Requirement — Copy exactly, and copy only, the lines from the one bearing "export type EditKey" through the final line of the records.

== Records for processing

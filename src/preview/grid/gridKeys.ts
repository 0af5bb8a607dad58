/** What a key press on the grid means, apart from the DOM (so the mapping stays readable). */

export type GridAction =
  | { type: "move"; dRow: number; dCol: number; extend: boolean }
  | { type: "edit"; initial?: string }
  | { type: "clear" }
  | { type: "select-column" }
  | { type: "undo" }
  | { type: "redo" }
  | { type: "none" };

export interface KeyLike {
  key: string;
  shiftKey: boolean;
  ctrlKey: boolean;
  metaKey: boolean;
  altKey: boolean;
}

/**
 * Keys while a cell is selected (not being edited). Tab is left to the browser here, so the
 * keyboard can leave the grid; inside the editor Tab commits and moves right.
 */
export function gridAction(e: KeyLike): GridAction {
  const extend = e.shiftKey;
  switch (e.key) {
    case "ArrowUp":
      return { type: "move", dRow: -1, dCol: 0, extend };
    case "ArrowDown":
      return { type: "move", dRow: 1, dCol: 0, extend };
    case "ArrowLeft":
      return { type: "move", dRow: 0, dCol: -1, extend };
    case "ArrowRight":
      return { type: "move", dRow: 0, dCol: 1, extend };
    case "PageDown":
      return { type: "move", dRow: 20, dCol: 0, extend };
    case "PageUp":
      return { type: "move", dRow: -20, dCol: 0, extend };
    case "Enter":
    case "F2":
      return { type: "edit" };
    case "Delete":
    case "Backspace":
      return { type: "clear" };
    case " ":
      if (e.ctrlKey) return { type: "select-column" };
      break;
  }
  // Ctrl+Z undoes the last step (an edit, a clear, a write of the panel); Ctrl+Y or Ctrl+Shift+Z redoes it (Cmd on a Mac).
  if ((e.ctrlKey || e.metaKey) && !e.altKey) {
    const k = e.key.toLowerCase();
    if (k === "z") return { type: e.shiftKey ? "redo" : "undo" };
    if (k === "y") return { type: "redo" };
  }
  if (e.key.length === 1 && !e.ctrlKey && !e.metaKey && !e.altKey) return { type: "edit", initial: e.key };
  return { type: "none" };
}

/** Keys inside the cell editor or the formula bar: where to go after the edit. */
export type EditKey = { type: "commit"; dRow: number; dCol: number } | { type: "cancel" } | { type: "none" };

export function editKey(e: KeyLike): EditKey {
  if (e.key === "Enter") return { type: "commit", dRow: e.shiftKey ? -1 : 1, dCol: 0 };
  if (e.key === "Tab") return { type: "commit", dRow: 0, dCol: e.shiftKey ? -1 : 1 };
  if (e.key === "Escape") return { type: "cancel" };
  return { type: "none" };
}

====

Task answer —
export type EditKey = { type: "commit"; dRow: number; dCol: number } | { type: "cancel" } | { type: "none" };

export function editKey(e: KeyLike): EditKey {
  if (e.key === "Enter") return { type: "commit", dRow: e.shiftKey ? -1 : 1, dCol: 0 };
  if (e.key === "Tab") return { type: "commit", dRow: 0, dCol: e.shiftKey ? -1 : 1 };
  if (e.key === "Escape") return { type: "cancel" };
  return { type: "none" };
}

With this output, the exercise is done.